My wife wanted to see this, I didn’t; let me get this out of the way right now. In my opinion, and without leaning too heavily into the realm of controversial politics (which, like religion, can easily ignite a war), Lee Daniels has spun a pro-Obama yarn here that is so obviously tainted with somewhat racial overtones it would be apparent to even Stevie Wonder; as I said, I don’t want to get into tangents here and ruffle any feathers because I know this is a touchy subject…I just wanted to point out the emotions rifled from me once I came out from watching it. Perhaps most disturbing about the entire _Butler_ debacle is the fact that Daniels just didn’t get any of the casting right so far as the U.S. presidents were concerned – Robin Williams as Eisenhower? John Cusack as Nixon? James Marsden as Kennedy? Really? It almost seemed as if the presidents in this case were a complete afterthought compared to the likes of the lead role (Cecil Gaines) and other historical figures such as Martin Luther King, Jr. (though I didn’t think Daniels got that right, either).

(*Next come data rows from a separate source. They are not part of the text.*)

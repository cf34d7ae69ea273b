import { formatQuantity } from '../units/format-quantity.js';

/** A number with its unit for a sentence: "20 µA", "0.45 V". */
export function say(value: number, unit: string): string {
  return formatQuantity(value, unit, { digits: 4 });
}

/** gm/ID for a sentence: "25.3 /V". */
export function sayGmId(value: number): string {
  return `${formatQuantity(value, '', { digits: 4 })} /V`;
}
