import type { SizeRequest, SizeResponse } from '../schemas/size.js';
import type { Process } from '../schemas/process.js';
import { ENGINE_VERSION } from './engine-version.js';
import { EngineError } from './errors.js';
import { prepareDevice } from './resolve-device.js';
import { say } from './say.js';
import { DEFAULT_MAX_FINGER_WIDTH, snapWidth } from './snap-width.js';
import { constraintOf } from './solve.js';
import { tableFigures, tableZtcVgs } from './table-figures.js';
import { tableLine } from './table-lookup.js';
import { operatingPointOnLine } from './table-operating-point.js';
import { sizeFromTable } from './table-sizing.js';
import { TABLE_ACCURACY, type TableChoice } from './table-source.js';
import { tableWarnings } from './table-warnings.js';

/** A size answer of the table model, without a comparison. */
export type TableSizeResponse = Omit<SizeResponse, 'comparison'>;

/**
 * POST /api/compute/size with model "table" (the request parsed and checked against the process): the width from
 * the table's current density (sizeFromTable), snapped like every model's (fingers no wider than the limit, each on
 * wgrid and at least wmin), then sized again at the drawn width, so that VGS is re-solved for ID (a vgs target keeps
 * VGS and reports the ID reached, as the analytic models do). Every figure the tables hold comes from them.
 */
export function sizeWithTable(request: SizeRequest, process: Process, choice: TableChoice): TableSizeResponse {
  const device = prepareDevice(process, request.polarity, { corner: request.corner, temperature: request.temperature, flavour: request.flavour });
  const { prepared } = choice;
  const conditions = { corner: device.corner, temperature: device.temperature, l: request.l, vds: request.vds, vsb: request.vsb };
  const constraint = constraintOf(request);
  const { params } = device;
  if (constraint === 'w' && (request.w as number) < params.wmin) {
    throw new EngineError('W_BELOW_WMIN', `W = ${say(request.w as number, 'm')} is below the process minimum ${say(params.wmin, 'm')}`, 'w');
  }
  const maxFingerWidth = request.maxFingerWidth ?? DEFAULT_MAX_FINGER_WIDTH;
  const oneFinger = sizeFromTable(prepared, { ...conditions, id: request.id, [constraint]: request[constraint] }).w;
  // Split in fingers, each finger loses the card's width reduction: the width grows by it for every finger but the first.
  const wRequired = constraint === 'w' ? oneFinger : oneFinger + (Math.max(1, Math.ceil(oneFinger / maxFingerWidth - 1e-9)) - 1) * (prepared.grid.widthOffset ?? 0);
  const snapped = snapWidth(wRequired, params.wgrid, params.wmin, maxFingerWidth);
  const line = tableLine(prepared, conditions);
  const op =
    constraint === 'vgs'
      ? operatingPointOnLine(line, snapped.w, request.vgs as number, snapped.fingers)
      : sizeFromTable(prepared, { ...conditions, id: request.id, w: snapped.w, fingers: snapped.fingers });
  const { point, analyticFigures } = tableFigures(op, line, device, prepared);
  const warnings = tableWarnings(device, point, line);
  if (snapped.raisedToWmin) {
    warnings.push({
      code: 'W_BELOW_WMIN',
      message: `The width needed, ${say(wRequired / snapped.fingers, 'm')} per finger, is below wmin = ${say(params.wmin, 'm')}: the finger was widened to wmin${constraint === 'vgs' ? ', so ID is above the target' : ' and VGS lowered to keep ID'}; a longer L brings W back above wmin.`,
    });
  }
  return {
    ...point,
    fingers: snapped.fingers,
    fingerWidth: snapped.fingerWidth,
    wRequired,
    constraint,
    warnings,
    engineVersion: ENGINE_VERSION,
    accuracy: TABLE_ACCURACY,
    polarity: request.polarity,
    ...(request.flavour === undefined ? {} : { flavour: request.flavour }),
    model: 'table',
    table: choice.ref,
    analyticFigures,
    corner: device.corner,
    temperature: device.temperature,
    ztcVgs: tableZtcVgs(prepared, conditions),
  };
}
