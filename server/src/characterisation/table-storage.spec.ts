import { createHash } from 'node:crypto';
import { gunzipSync } from 'node:zlib';
import { encodeTable, type LookupTable, TABLE_FIELDS, tablePointCount, type TableGrid } from '@channelwright/shared/device';
import { shuffleBytes, unshuffleBytes } from './byte-shuffle.js';
import { packTable, sha256Of, unpackTable } from './table-storage.js';

const grid: TableGrid = { polarity: 'nmos', modelName: 'n', referenceWidth: 1e-5, lengths: [1e-7, 1e-6], vgs: { start: 0, step: 0.1, count: 11 }, vds: [0.5, 1], vsb: [0], corners: ['tt'], temperatures: [27] };
const table: LookupTable = {
  grid,
  columns: Object.fromEntries(TABLE_FIELDS.map((field, f) => [field, Float32Array.from({ length: tablePointCount(grid) }, (_, i) => Math.sin(i + f) * 1e-3)])) as LookupTable['columns'],
};

describe('byte shuffle', () => {
  it('groups the k-th bytes of all elements and gives the bytes back unchanged, tail included', async () => {
    const bytes = Uint8Array.from([1, 2, 3, 4, 5, 6, 7, 8, 9, 10]);
    const shuffled = await shuffleBytes(bytes, 4);
    expect(Array.from(shuffled)).toEqual([1, 5, 2, 6, 3, 7, 4, 8, 9, 10]);
    expect(Array.from(await unshuffleBytes(shuffled, 4))).toEqual(Array.from(bytes));
    const big = new Uint8Array(5 * 1024 * 1024 + 3).map((_, i) => (i * 7) % 256);
    expect(Buffer.compare(await unshuffleBytes(await shuffleBytes(big, 4), 4), big)).toBe(0);
  });
});

describe('table storage', () => {
  it('hashes the uncompressed binary form with SHA-256 (FIPS 180-4, 2015), also across slices', async () => {
    const packed = await packTable(table);
    expect(packed.sha256).toBe(createHash('sha256').update(encodeTable(table)).digest('hex'));
    expect(gunzipSync(packed.compressed).length).toBe(encodeTable(table).length);
    const big = new Uint8Array(3 * 1024 * 1024 + 17).map((_, i) => i % 251);
    expect(await sha256Of(big)).toBe(createHash('sha256').update(big).digest('hex'));
  });

  it('gives back the same table from what it stored', async () => {
    const packed = await packTable(table);
    const back = await unpackTable(packed.compressed, packed.sha256);
    expect(back.grid).toEqual(grid);
    for (const field of TABLE_FIELDS) expect(Array.from(back.columns[field])).toEqual(Array.from(table.columns[field]));
  });

  it('refuses a stored table whose content does not match its recorded hash', async () => {
    const packed = await packTable(table);
    await expect(unpackTable(packed.compressed, '0'.repeat(64))).rejects.toMatchObject({ code: 'TABLE_CORRUPT' });
  });
});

_The Butler_ follows the life and struggles of one Cecil Gaines (played by Forest Whitaker) who served eight presidents during his tenure as a butler at the White House. While this was so “important” to document I’ll never know, but during Gaines’ life much triumph and negativity is experienced including the civil rights movement, the Vietnam War and the assassination of both John F. Kennedy and Martin Luther King. What Daniels does best in this film is showcase a man’s life from his boyhood as a slave child in the American South all the way up to retiring as an old man around the time Reagan comes into power; the concluding frame depicting Cecil’s wife Gloria (played by Oprah Winfrey) passing away almost in front of him from old age and what appears to be a breathing problem in their own home was difficult to watch and really makes you think of just how mortal we really are. But the fact that Daniels interplays this heartfelt, solemn moment with preceding frames depicting the couple “celebrating” the arrival of Barack Obama on the presidency scene simply injects bits of uneasy stereotyping that didn’t sit well with me. In other words, I saw where Daniels was going with this…and I didn’t like it. 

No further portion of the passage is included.